As news of the attempted armed coup by the Wagner private military company filtered out to the West, newspaper columnists and pundits rushed to predict the downfall of Russian President Vladimir Putin’s government, a military victory for Ukraine, and an uncertain end for Wagner chief Evgeny Prigozhin.
Prigozhin, often an open critic of the Russian Defense Ministry, claimed on Friday that the Russian military had shelled one of his group’s bases. He then ordered troops loyal to him to move towards Rostov-on-Don, a major urban and logistics hub in southern Russia. From there, he vowed to march on Moscow and remove military officials he claimed are corrupt.
Putin, on the other hand, vowed to take “decisive action” to end Prigozhin’s “criminal gamble,” while Russia’s top military commanders called on Wagner fighters to lay down their arms “before it is too late.”
Among American outlets, CNN offered the most dramatic analysis, painting Wagner as a “dark, mercenary Frankenstein…which has turned on its masters.” The broadcaster described Prigozhin’s attempt at a coup as “the most serious threat to [Putin’s] power in all the 23 years he’s run the nuclear state.”
CNN predicted that internal ructions in Russia will “alter the course of the war in Kiev’s favor,” despite Ukraine’s counteroffensive incurring up to 13,000 casualties, according to Russian figures.
Extrapolating on this scenario, CNN speculated that “Putin’s regime will ever go back to its previous heights of control from this moment,” and that “further turmoil and change is ahead.”

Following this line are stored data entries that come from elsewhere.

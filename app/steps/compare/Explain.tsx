import type { OptionResult } from '../../../core/index.ts'
import { optionKey } from '../../document/index.ts'
import { Button, Value } from '../../ui/index.ts'
import { figureWords, formatAzimuth, formatMast, formatPlaceRange, needKey, textOf } from '../../words/index.ts'
import { useResults, useSession, useView } from '../session/index.ts'

/** What a figure is, what sets it, and the way to where it comes from. */
export function Explain() {
  const { view } = useSession()
  const option = useView((v) => v.option)
  const key = useView((v) => v.figure)
  const system = useView((v) => v.units)
  const step = useView((v) => v.step)
  const result = useResults((r) => (option ? r.byOption.get(optionKey(option)) : undefined))
  const words = key === null ? undefined : figureWords(key)
  if (!option || !key || !words || !result) return <p className="ink-3">Not computed yet</p>
  const set = view.getState().set
  const need = needKey(key)
  const name = need ? result.figures.needs.find((n) => n.needId === need.needId)?.name : undefined
  const from = causeOf(result, key)
  const onMap = step !== 'compare' && step !== 'memo'
  const toMap = onMap ? {} : { step: 'candidates' as const, formOpen: false }
  return (
    <section className="explain" aria-live="polite">
      <h3>
        {words.label}
        {name ? `, ${name}` : ''}, {option.candidate} at {textOf(formatMast(option.heightM))}:{' '}
        <Value of={words.format(result.figures.flat[key] ?? null, system)} />
      </h3>
      <p className="ink-2">{words.meaning}</p>
      {from ? (
        <p className="ink-2">
          Set by {from.obstacle || 'terrain'} toward azimuth {textOf(formatAzimuth(from.azimuthDeg))}
          {from.rangeM === null ? '' : `, ${textOf(formatPlaceRange(from.rangeM, system))}`}
        </p>
      ) : null}
      <div className="row">
        <Button
          small
          onPress={() => set({ ...toMap, layer: words.layer, ...(need ? { need: need.needId } : {}), ...(onMap ? {} : { chart: null }) })}
        >
          Show on the map
        </Button>
        {from ? (
          <Button small onPress={() => set({ ...toMap, layer: words.layer, chart: 'profile', profileAzimuthDeg: from.azimuthDeg })}>
            Terrain profile there
          </Button>
        ) : null}
        {from?.at ? (
          <Button small onPress={() => set({ ...toMap, layer: words.layer, chart: 'ledger', cell: from.at })}>
            Ledger of the place
          </Button>
        ) : null}
      </div>
    </section>
  )
}

interface Cause {
  readonly azimuthDeg: number
  readonly rangeM: number | null
  readonly obstacle: string
  readonly at: { readonly lon: number; readonly lat: number } | null
}
/** The place that sets a figure, where one place does. */
function causeOf(result: OptionResult, key: string): Cause | null {
  const { figures } = result
  const need = needKey(key)
  if (need && /margin/.test(need.of)) {
    const figure = figures.needs.find((n) => n.needId === need.needId)
    const worst = need.of === 'worst_margin_m' ? figure?.worst : need.of === 'worst_signal_margin_db' ? figure?.signal.worst : null
    return worst ? { ...worst, at: { lon: worst.lon, lat: worst.lat } } : null
  }
  if (key === 'horizon_highest_deg' && figures.horizon.highest) {
    const { azimuthDeg, rangeM, obstacle } = figures.horizon.highest
    return { azimuthDeg, rangeM, obstacle, at: null }
  }
  const floor = /^floor_(\d+)nm_worst_m$/.exec(key)
  const worst = floor && figures.floors.find((f) => Math.round(f.rangeM / 1852) === Number(floor[1]))
  if (!worst || worst.worstAzimuthDeg === null) return null
  const { worstAzimuthDeg } = worst
  const row = figures.horizon.rows.reduce(
    (best, r) => (off(r.azimuthDeg, worstAzimuthDeg) < off(best.azimuthDeg, worstAzimuthDeg) ? r : best),
    figures.horizon.rows[0],
  )
  return { azimuthDeg: worstAzimuthDeg, rangeM: worst.rangeM, obstacle: row?.obstacle ?? '', at: null }
}
const off = (a: number, b: number): number => Math.abs(((a - b + 540) % 360) - 180)
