import { describe, expect, it } from 'vitest'
import { noiseDbw, T0_K } from '../../../core/index.ts'
import { testRadar } from '../../radar/testRadar.ts'
import { type Case, expectCase, titleOf } from '../cases.ts'
import cases from './cases.json'

const all = cases as unknown as Case[]

describe('thermal noise', () => {
  it('has all 3 cases', () => expect(all).toHaveLength(3))
  it.each(all.map((c) => [titleOf(c), c] as const))('%s', (_, c) => {
    expect(c.inputs.T0_K).toBe(T0_K)
    const r = testRadar({ noiseBandwidthHz: c.inputs.B_Hz, noiseFigureDb: c.inputs.F_dB })
    expect(expectCase(c, { dBm: noiseDbw(r) + 30 })).toBe(1)
  })
})
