import { type CriterionDoc, MAST_FIGURE, type NeedDoc, type OptionResult } from '../../../core/index.ts'
import { criterionFace, figureWords, type UnitSystem } from '../../words/index.ts'

/** Figures of a need that are worth ranking by, and whether more is better. */
const OF_NEED: readonly (readonly [tail: string, more: boolean])[] = [
  ['usable_pct', true],
  ['detectable_pct', true],
  ['in_sight_pct', true],
  ['tenth_margin_m', true],
  ['worst_margin_m', true],
  ['tenth_signal_margin_db', true],
  ['worst_signal_margin_db', true],
  ['suppression_needed_90_db', false],
  ['suppression_short_km2', false],
  ['longest_gap_m', false],
]
const OF_OPTION: readonly (readonly [figure: RegExp, more: boolean])[] = [
  [/^clutter_over_(20|40|60)_km2$/, false],
  [/^clutter_to_noise_(90|99)_db$/, false],
  [/^second_time_around_km2$/, false],
  [/^roads_seen_km$/, false],
  [/^floor_\d+nm_(median|worst)_m$/, false],
  [/^horizon_p90_deg$/, false],
  [/^ground_in_sight_km2$/, true],
]

/** Figures the options have, needs first in the study's order, the mast height last. */
export function figuresToRankBy(results: readonly OptionResult[], needs: readonly NeedDoc[]): string[] {
  const there = new Set(results.flatMap((r) => Object.keys(r.figures.flat).filter((k) => r.figures.flat[k] !== null)))
  const ofNeeds = needs.flatMap((n) => OF_NEED.map(([tail]) => `need_${n.id}_${tail}`))
  const others = OF_OPTION.flatMap(([pattern]) => [...there].filter((k) => pattern.test(k) && figureWords(k)))
  return results.length === 0 ? [] : [...ofNeeds.filter((k) => there.has(k)), ...others, MAST_FIGURE]
}
const moreIsBetter = (figure: string): boolean =>
  OF_NEED.find(([tail]) => figure.startsWith('need_') && figure.endsWith(`_${tail}`))?.[1] ??
  OF_OPTION.find(([p]) => p.test(figure))?.[1] ??
  false

/**
 * A criterion to start from, in round numbers of the face: 0 and 100 for shares, else the span of the options there are. The user states what is worst and
 * best; weight 1.
 */
export function startingCriterion(figure: string, results: readonly OptionResult[], system: UnitSystem): CriterionDoc {
  const [low, high] = figure.endsWith('_pct') ? [0, 100] : spanOf(figure, results, system)
  return moreIsBetter(figure) ? { figure, worst: low, best: high, weight: 1 } : { figure, worst: high, best: low, weight: 1 }
}
function spanOf(figure: string, results: readonly OptionResult[], system: UnitSystem): [number, number] {
  const { size } = criterionFace(figure, system)
  const values = results.flatMap((r) => (figure === MAST_FIGURE ? r.ref.heightM : (r.figures.flat[figure] ?? []))).map((v) => v / size)
  const low = Math.min(...values)
  const high = Math.max(...values)
  const step = 10 ** Math.floor(Math.log10(Math.max(high - low, Math.abs(high), 1)))
  const from = Math.floor(low / step) * step
  const to = Math.ceil(high / step) * step
  return [from * size, (to > from ? to : from + step) * size]
}
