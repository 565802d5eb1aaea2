/** Saturation vapour pressure over water, hPa; −40 to +50 °C. Source: Recommendation ITU-R P.453-14, equations 9 and 10. */
export function saturationPressureHpa(temperatureC: number, pressureHpa: number): number {
  const t = temperatureC
  const enhancement = 1 + 1e-4 * (7.2 + pressureHpa * (0.032 + 5.9e-6 * t * t))
  return enhancement * 6.1121 * Math.exp(((18.678 - t / 234.5) * t) / (t + 257.14))
}

/** Vapour pressure, hPa, from relative humidity in %. */
export const vapourPressureHpa = (temperatureC: number, pressureHpa: number, relativeHumidityPct: number): number =>
  (relativeHumidityPct / 100) * saturationPressureHpa(temperatureC, pressureHpa)

/** Refractivity, N units, from dry-air and vapour pressure. Source: Recommendation ITU-R P.453-14, equation 6. */
export function refractivity(temperatureC: number, pressureHpa: number, relativeHumidityPct: number): number {
  const T = temperatureC + 273.15
  const e = vapourPressureHpa(temperatureC, pressureHpa, relativeHumidityPct)
  return (77.6 * (pressureHpa - e)) / T + (72 * e) / T + (3.75e5 * e) / (T * T)
}

/** The older short form 77.6/T·(P + 4810·e/T), N units: within 0.02 of `refractivity`. */
export function refractivityShortForm(temperatureC: number, pressureHpa: number, relativeHumidityPct: number): number {
  const T = temperatureC + 273.15
  return (77.6 / T) * (pressureHpa + (4810 * vapourPressureHpa(temperatureC, pressureHpa, relativeHumidityPct)) / T)
}

/** The gradient that bends a ray as the earth curves, N/km: 10⁶/a rounded as Recommendation ITU-R P.834 prints it. */
const DUCTING_GRADIENT_N_PER_KM = 157

/**
 * Effective-earth factor from the refractivity gradient near the ground, N/km: 157/(157 + dN/dh). null at and beyond the ducting limit
 * (−157 N/km), where the ray follows or dives below the curve of the earth and no factor exists. Source: Recommendation ITU-R P.834.
 */
export function effectiveEarthFactor(gradientNPerKm: number): number | null {
  const room = DUCTING_GRADIENT_N_PER_KM + gradientNPerKm
  return room > 1e-6 ? DUCTING_GRADIENT_N_PER_KM / room : null
}

/** Reference atmosphere N(h) = 315·exp(−h/7.35 km): surface value and scale height, from memory (Recommendation ITU-R P.453). */
export const REFERENCE_ATMOSPHERE = { surfaceN: 315, scaleHeightM: 7350 } as const
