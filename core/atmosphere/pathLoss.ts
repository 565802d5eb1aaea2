import { slantRangeM } from '../geodesy/index.ts'
import { fromDb } from '../units/index.ts'
import { type GasLoss, gasLossDbKm, twoWayGasLossDb } from './gasLoss.ts'
import { RAIN_LOSS_LIMITS, rainLaw, rainLossDbKm } from './rainLoss.ts'
import type { Weather } from './weather.ts'

/** What takes power from a ray at one frequency, per kilometre and where. */
export interface PathLoss {
  /** Near the ground, one way; null = not assessed. */
  readonly gas: GasLoss | null
  /** One way, dB/km. */
  readonly rainDbKm: number
  readonly rainTopM: number
  readonly rainExtentM: number
}
const POLARISATION_TILT_DEG = { H: 0, V: 90, circular: 45 } as const

/**
 * Losses of the weather at a frequency; null where there are none. Rain below 1 GHz takes the law of 1 GHz (beyond the Recommendation, loss
 * under 0.01 dB/km). Sources: ITU-R P.676-12 for gas (reference air at sea level), ITU-R P.838-3 for rain on a level path.
 */
export function pathLoss(w: Weather, frequencyHz: number, polarisation: 'H' | 'V' | 'circular'): PathLoss | null {
  const ghz = frequencyHz / 1e9
  const gas = w.gas === 'p676' ? gasLossDbKm(ghz) : null
  const law = rainLaw(Math.max(ghz, RAIN_LOSS_LIMITS.frequencyGHz.low), 0, POLARISATION_TILT_DEG[polarisation])
  const rainDbKm = rainLossDbKm(law, w.rainRateMmH)
  return gas || rainDbKm > 0 ? { gas, rainDbKm, rainTopM: w.rainTopM, rainExtentM: w.rainExtentM } : null
}

/** Share of a ray that lies in the rain: below its top, height taken linear along the ray, and inside its extent. */
export function shareInRain(p: PathLoss, antennaM: number, targetM: number, groundRangeM: number): number {
  const extent = Math.min(1, p.rainExtentM / groundRangeM)
  const rise = targetM - antennaM
  const crossing = (p.rainTopM - antennaM) / rise
  if (antennaM <= p.rainTopM) return rise > 0 ? Math.min(extent, crossing) : extent
  return rise < 0 ? Math.max(0, extent - crossing) : 0
}

/** Two-way loss of a ray, gas and rain apart, dB >= 0. Heights m MSL; ground and slant range m, > 0. Same sources as `pathLoss`. */
export function twoWayLossParts(
  p: PathLoss,
  antennaM: number,
  targetM: number,
  groundRangeM: number,
  slantM: number,
): { readonly gasDb: number; readonly rainDb: number } {
  const gasDb = p.gas ? twoWayGasLossDb(p.gas, antennaM, targetM, slantM) : 0
  const rainDb = p.rainDbKm > 0 ? (2 * p.rainDbKm * slantM * shareInRain(p, antennaM, targetM, groundRangeM)) / 1000 : 0
  return { gasDb, rainDb }
}
/** Their sum, dB; echo and clutter alike lose it. 0 where the weather takes nothing (null). */
export function twoWayLossDb(p: PathLoss | null, antennaM: number, targetM: number, groundRangeM: number, slantM: number): number {
  if (!p) return 0
  const { gasDb, rainDb } = twoWayLossParts(p, antennaM, targetM, groundRangeM, slantM)
  return gasDb + rainDb
}

/** Heights of a table lie this far apart, m: linear between them, the loss is right to 0.3 %. */
const HEIGHT_STEP_M = 250

/** What a two-way path costs from one antenna, by height and ground range, for loops: rows of `ranges` values, one per height. */
export interface PathTable {
  readonly values: Float32Array
  readonly ranges: number
  readonly lowM: number
  readonly heights: number
}

/**
 * Two-way loss, dB, of rays from an antenna (m MSL) over a sphere of the effective radius, at the middle of each range step, to targets between
 * two heights (m MSL).
 */
export function lossTable(
  p: PathLoss,
  antennaM: number,
  effRadiusM: number,
  grid: { readonly ranges: number; readonly rangeStepM: number },
  lowM: number,
  highM: number,
): PathTable {
  const heights = Math.max(2, Math.ceil((highM - lowM) / HEIGHT_STEP_M) + 1)
  const { ranges, rangeStepM } = grid
  const values = new Float32Array(heights * ranges)
  for (let h = 0, at = 0; h < heights; h++) {
    const targetM = lowM + h * HEIGHT_STEP_M
    for (let j = 0; j < ranges; j++, at++) {
      const rangeM = (j + 0.5) * rangeStepM
      values[at] = twoWayLossDb(p, antennaM, targetM, rangeM, slantRangeM(antennaM, targetM, rangeM, effRadiusM))
    }
  }
  return { values, ranges, lowM, heights }
}

/** The same as the share of power that is let through, ratio. */
export const passedTable = (...args: Parameters<typeof lossTable>): PathTable => {
  const t = lossTable(...args)
  return { ...t, values: t.values.map((db) => fromDb(-db)) }
}

/** Value of a table in range step j at a height (m MSL): linear between heights, held beyond the first and last. */
export function pathTableAt(t: PathTable, j: number, heightM: number): number {
  const x = Math.min(t.heights - 1, Math.max(0, (heightM - t.lowM) / HEIGHT_STEP_M))
  const h = Math.min(t.heights - 2, x | 0)
  const at = h * t.ranges + j
  const low = t.values[at]
  return low + (x - h) * (t.values[at + t.ranges] - low)
}
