import { elevationGainForClutter } from '../../antenna/index.ts'
import { type PathLoss, twoWayLossDb } from '../../atmosphere/index.ts'
import { type Earth, effectiveRadiusM, elevationAngleDeg, slantRangeM } from '../../geodesy/index.ts'
import { sightPoint } from '../../masking/index.ts'
import { type Ground, type Site, siteGround } from '../../terrain/index.ts'
import { fromDb, wrap180 } from '../../units/index.ts'
import { type Segment, segmentOf } from '../cells/segment.ts'

/** An obstacle with a radar cross-section, in sight from one mast height; its echo comes from its top. */
export interface DiscreteEcho {
  readonly name: string
  readonly azimuthDeg: number
  /** Ground and slant range, m. */
  readonly rangeM: number
  readonly slantM: number
  readonly elevationDeg: number
  readonly topM: number
  readonly rcsM2: number
}

/**
 * Obstacles with a stated `rcsM2` whose top is in sight within a ground range, each on its own ray: what `ClutterOptions.discretes` takes. Of
 * a line, the first position in sight stands for all of it. Holds for every tilt of the height.
 */
export function discreteEchoes(g: Ground, site: Site, heightM: number, earth: Earth, maxRangeM: number): DiscreteEcho[] {
  const antennaM = siteGround(g, site) + heightM
  return g.obstacles.flatMap(({ name, path, rcsM2 }) => {
    if (!rcsM2) return []
    for (const at of path) {
      const { inSight, azimuthDeg, rangeM, surfaceM: topM } = sightPoint(g, site, heightM, earth, at)
      if (!inSight || rangeM < 1 || rangeM > maxRangeM) continue
      const radius = effectiveRadiusM(earth, site.lat, azimuthDeg)
      const slantM = slantRangeM(antennaM, topM, rangeM, radius)
      return [{ name, azimuthDeg, rangeM, slantM, elevationDeg: elevationAngleDeg(antennaM, topM, rangeM, radius), topM, rcsM2 }]
    }
    return []
  })
}

/** A discrete echo through one radar and tilt. */
export interface PlacedEcho {
  readonly name: string
  readonly azimuthDeg: number
  readonly rangeM: number
  /** Echo over noise with the azimuth beam on it, in a gate that holds it, ratio; a cell longer than the gate holds the mean of its gates. */
  readonly ratio: number
  /** It lies in the gates whose middle is within this, m. */
  readonly reachM: number
}

/** C/N of discrete echoes on the azimuth beam: radar equation, two-way elevation gain with the side-lobe floor, losses of the weather. */
export function placeEchoes(
  echoes: readonly DiscreteEcho[],
  antennaM: number,
  segments: readonly Segment[],
  tiltDeg: number,
  loss: PathLoss | null,
  rangeStepM: number,
): PlacedEcho[] {
  return echoes.flatMap(({ name, azimuthDeg, rangeM, slantM, elevationDeg, topM, rcsM2 }) => {
    const segment = segmentOf(segments, slantM)
    if (!segment) return []
    const { radar, constant, gateM } = segment
    const transmit = elevationGainForClutter(radar.antenna, elevationDeg, tiltDeg)
    const receive = radar.receiveAntenna ? elevationGainForClutter(radar.receiveAntenna, elevationDeg, tiltDeg) : transmit
    const passed = fromDb(-twoWayLossDb(loss, antennaM, topM, rangeM, slantM))
    const ratio = (constant * rcsM2 * transmit * receive * passed) / slantM ** 4
    return { name, azimuthDeg, rangeM, ratio: ratio * Math.min(1, gateM / rangeStepM), reachM: Math.max(gateM, rangeStepM) / 2 }
  })
}

/** Two-way azimuth beam toward an echo from a pointing, ratio; 0 past the reach of the beam, degrees. */
export function towardEcho(azimuthDeg: number, echo: PlacedEcho, beamwidthDeg: number, reachDeg: number): number {
  const off = Math.abs(wrap180(azimuthDeg - echo.azimuthDeg))
  return off > reachDeg ? 0 : Math.exp(-8 * Math.LN2 * (off / beamwidthDeg) ** 2)
}
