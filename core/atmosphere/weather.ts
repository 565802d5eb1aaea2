/** The air, rain and sea of a study as the kernels need them: what attenuates a ray and what sends echoes back. */
export interface Weather {
  readonly gas: 'none' | 'p676'
  /** Rain rate, mm/h; 0 = dry. It rains from the radar out to `rainExtentM` (ground range) and up to `rainTopM` (m MSL), in every direction. */
  readonly rainRateMmH: number
  readonly rainTopM: number
  readonly rainExtentM: number
  /** Sea state on Nathanson's scale. */
  readonly seaState: number
  /** Tide, m: moves the water of the raster, not the antenna. */
  readonly tideM: number
}
/** Rain and tide where a study states none. Common practice for a shower; our own choice. */
export const WEATHER_DEFAULTS = { rainTopM: 4_000, rainExtentM: 15_000, tideM: 0 } as const
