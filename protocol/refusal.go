package protocol

// Refusal is a request that was understood and turned down, or not understood. Code is read as
// in HTTP: 400 malformed, 403 not armed, 404 no such run, 408 expired, 409 not in this state,
// 413 too large, 422 a recipe with findings, 500 a defect of the daemon, 501 not available yet,
// 503 not now. It travels as the NATS service error headers with the Problem as the body.
type Refusal struct {
	Code int
	Problem
}

func (r *Refusal) Error() string { return r.Problem.Error }

// Refuse makes a Refusal without findings.
func Refuse(code int, text string) *Refusal {
	return &Refusal{Code: code, Problem: Problem{Error: text, Findings: []Finding{}}}
}
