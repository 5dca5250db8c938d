package protocol

// Numbered is an entry with its place in the journal. IDs rise in the order of commit, over all
// runs; they mean nothing outside the logbook and are never published.
type Numbered struct {
	ID int64
	Entry
}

Britain’s Sky News was more measured, stating that as of Saturday morning, it was “not immediately possible to gauge the impact of the Wagner boss’s verbal detonation,” and that it remained to be seen how many of Prigozhin’s troops would stay loyal to their rebel boss. Nevertheless, Sky noted that the Wagner chief’s threats “will surely at a minimum be unnerving and could lead to wider instability.”
The New York Times
The US’ paper of record was similarly reserved. Attributing Prigozhin’s insurrection to Putin’s “tolerance” of the Wagner boss’ earlier criticisms of the Kremlin, the New York Times noted that “there was no sign that Mr. Putin’s hold on power was about to crumble.”
Noting that Putin’s closest associates all remain loyal to the Kremlin, the Times highlighted the fact that Prigozhin has “no real independent power base except the favor of the president.”
Britain’s national broadcaster downplayed the threat to Putin and the effect the attempted coup may have on the battlefield in Ukraine. “This is not a direct challenge to Russia’s war in Ukraine and Prigozhin has maintained he is not disputing the president’s leadership.” the BBC wrote. It is, however, “a defining moment for the Putin leadership and a wake-up call for Russians,” the broadcaster added.
The Financial Times
The Financial Times offered one of the most apocalyptic takes on the situation. “It is hard to believe that Putin can ultimately survive this kind of humiliation,” columnist Gideon Rachman wrote in an op-ed also carried by the Irish Times. “His prestige, his power, even his life, are now on the line.” Rachman did not cite any evidence to back up his claim that Putin’s life may be threatened.